Bolmo:字节化新一代语言模型
Bolmo: Byteifying the Next Generation of Language Models
December 17, 2025
作者: Benjamin Minixhofer, Tyler Murray, Tomasz Limisiewicz, Anna Korhonen, Luke Zettlemoyer, Noah A. Smith, Edoardo M. Ponti, Luca Soldaini, Valentin Hofmann
cs.AI
摘要
我们推出Bolmo——首个在10亿和70亿参数规模上具备竞争力的全开放字节级语言模型系列。与以往主要关注从头训练的字节级语言模型研究不同,我们通过对现有子词级语言模型进行字节化改造来训练Bolmo。字节化技术能够突破子词分词的局限性(如字符理解能力不足、固定子词词表导致的效率约束),同时保持与领先子词级语言模型相当的性能。Bolmo专为字节化设计:我们的架构解决了以往字节级架构与子词级语言模型在表达能力上的错配问题,使得Bolmo与源子词模型之间可采用精确蒸馏目标。这种方法能以低于典型预训练1%的令牌预算实现子词级语言模型向字节级模型的转换。Bolmo在同等规模字节级模型中表现显著优于所有前人工作,并在字符理解及部分代码任务上超越源子词模型,其他任务性能也接近原始模型。此外,我们通过更高令牌压缩比训练使Bolmo实现与子词级模型相当的推理速度,并能依托源子词模型的现有生态进行低成本高效的后训练。我们的研究成果最终使字节级语言模型成为跨多种应用场景下可与子词级模型竞争的实用选择。
English
We introduce Bolmo, the first family of competitive fully open byte-level language models (LMs) at the 1B and 7B parameter scales. In contrast to prior research on byte-level LMs, which focuses predominantly on training from scratch, we train Bolmo by byteifying existing subword-level LMs. Byteification enables overcoming the limitations of subword tokenization - such as insufficient character understanding and efficiency constraints due to the fixed subword vocabulary - while performing at the level of leading subword-level LMs.
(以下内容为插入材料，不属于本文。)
describe("loadStudy: structure", () => {
  test("loadStudy on a misspelt top-level key (mesures) suggests the right key and lists the allowed ones", async () => {
    const text = `${SCENARIOS}${MEASURES.replace("measures:", "mesures:")}`;
    const { error, file } = await failure(text);
    // brief: unknown keys list the allowed keys with a did-you-mean; the missing "measures" is not reported first.
    expect(error.message).toBe(m.unknownKey(at(file, text, "mesures", "mesures"), "mesures", "the manifest", TOP_KEYS, "measures").message);
    expect(error.message).toContain('Did you mean "measures"?');
  });

  test("loadStudy on an unknown key in a scenario gives its key path and a suggestion", async () => {
    const text = `${SCENARIOS.replace("    end: 600\n    runs: runs/three", "    edn: 600\n    runs: runs/three")}${MEASURES}`;
    const { error, file } = await failure(text);
    expect(error.message).toBe(m.unknownKey(at(file, text, "edn", "scenarios[1].edn"), "edn", "a scenario", SCENARIO_KEYS, "end").message); // brief
  });

  test("loadStudy on a key of another measure kind lists that kind's keys", async () => {
    const text = `${SCENARIOS}measures:\n  - {name: lane_queue, kind: level, series: queue, quantiles: [0.5]}\n`;
    const { error, file } = await failure(text);
    const levelKeys = ["name", "kind", "series", "from", "initial", "at_least", "target", "scenarios", "may_be_absent", "label", "unit", "where"];
    expect(error.message).toBe(m.unknownKey(at(file, text, "quantiles", "measures[0].quantiles"), "quantiles", "a level measure", levelKeys, null).message); // brief: level accepts at_least, not quantiles
  });

  test("loadStudy on a wrong type says the expected type and what was found", async () => {
    const text = `confidence: high\n${SCENARIOS}${MEASURES}`;
    const { error, file } = await failure(text);
    const description = schema.properties?.confidence?.description ?? null;
    expect(error.message).toBe(m.wrongType(at(file, text, "high", "confidence"), "a number", 'a text ("high")', description, false).message); // brief: wrong types say the expected type
  });

  test("loadStudy on a name that YAML reads as a number suggests quotes", async () => {
    const text = `${SCENARIOS.replace("name: two-booths", "name: 2024")}${MEASURES}`;
    const { error, file } = await failure(text);
    expect(error.message).toBe(m.wrongType(at(file, text, "2024", "scenarios[0].name"), "a text", "a whole number (2024)", definition("name"), true).message); // YAML 1.2 core schema: 2024 is an integer
  });

  test("loadStudy rejects numbers that are not finite", async () => {
    const text = `${SCENARIOS.replace("end: 600", "end: .inf")}${MEASURES}`;
    const { error, file } = await failure(text);
    expect(error.message).toBe(m.wrongType(at(file, text, ".inf", "scenarios[0].end"), "a number", "Infinity, which is not a finite number", definition("time"), false).message); // brief: numbers must be finite
  });

  test("loadStudy on an unknown measure kind suggests the closest kind", async () => {
    const text = `${SCENARIOS}measures:\n  - {name: lane_queue, kind: levle, series: queue}\n`;
    const { error, file } = await failure(text);
    expect(error.message).toBe(m.notAllowedValue(at(file, text, "levle", "measures[0].kind"), "levle", ["level", "utilization", "observation", "count"], "level").message); // CONTRACT.md section 2
  });

  test("loadStudy on a scenario without runs names the missing key at the scenario", async () => {
    const text = `scenarios:\n  - name: two-booths\n    end: 600\n${MEASURES}`;
    const { error, file } = await failure(text);
    expect(error.message).toBe(m.missingKey(at(file, text, "name: two-booths", "scenarios[0].runs"), "runs", "a scenario", definition("runs")).message); // CONTRACT.md section 6
  });

  test("loadStudy on a negative warm-up says the allowed range", async () => {
    const text = `warmup: -5\n${SCENARIOS}${MEASURES}`;
    const { error, file } = await failure(text);
    expect(error.message).toBe(m.numberOutOfRange(at(file, text, "-5", "warmup"), -5, "at least 0", definition("warmup")).message); // CONTRACT.md section 3: a warm-up is a time
  });

  test("loadStudy on a comparison of one scenario says it needs exactly two", async () => {
    const text = `${SCENARIOS}${MEASURES}compare:\n  - {measure: check_wait, scenarios: [two-booths]}\n`;
    const { error, file } = await failure(text);
    const description = schema.definitions?.comparison?.properties?.scenarios?.description ?? null;
    expect(error.message).toBe(m.wrongItemCount(at(file, text, "[two-booths]", "compare[0].scenarios"), 1, "exactly 2 items", description).message); // brief
  });

  test("loadStudy on a target with both half_width and relative says to keep one", async () => {
    const text = `${SCENARIOS}measures:\n  - {name: w, kind: observation, series: wait, target: {half_width: 1, relative: 0.1}}\n`;
    const { error, file } = await failure(text);
    expect(error.message).toBe(m.targetNeedsOneKey(at(file, text, "{half_width", "measures[0].target"), 2).message); // brief: target is one of two forms
  });

  test("loadStudy on version 2 says only 1 is allowed", async () => {
    const text = `version: 2\n${SCENARIOS}${MEASURES}`;
    const { error, file } = await failure(text);
    expect(error.message).toBe(m.notAllowedValue(at(file, text, "2", "version"), 2, [1], null).message); // brief: if present must be 1
  });

  test("loadStudy locates problems in a JSON manifest by line and column too", async () => {
    const text = '{\n  "scenarios": [{"name": "s", "end": 10, "runs": "runs/two/*.csv"}],\n  "measures": [{"name": "q", "kind": "level", "seris": "queue"}]\n}\n';
    const { error, file } = await failure(text, "study.json");
    const levelKeys = ["name", "kind", "series", "from", "initial", "at_least", "target", "scenarios", "may_be_absent", "label", "unit", "where"];
    expect(error.message).toBe(m.unknownKey(at(file, text, '"seris"', "measures[0].seris"), "seris", "a level measure", levelKeys, "series").message); // CONTRACT.md section 6: YAML or JSON
  });
});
Bolmo is specifically designed for byteification: our architecture resolves a mismatch between the expressivity of prior byte-level architectures and subword-level LMs, which makes it possible to employ an effective exact distillation objective between Bolmo and the source subword model. This allows for converting a subword-level LM to a byte-level LM by investing less than 1\% of a typical pretraining token budget. Bolmo substantially outperforms all prior byte-level LMs of comparable size, and outperforms the source subword-level LMs on character understanding and, in some cases, coding, while coming close to matching the original LMs' performance on other tasks. Furthermore, we show that Bolmo can achieve inference speeds competitive with subword-level LMs by training with higher token compression ratios, and can be cheaply and effectively post-trained by leveraging the existing ecosystem around the source subword-level LM. Our results finally make byte-level LMs a practical choice competitive with subword-level LMs across a wide set of use cases.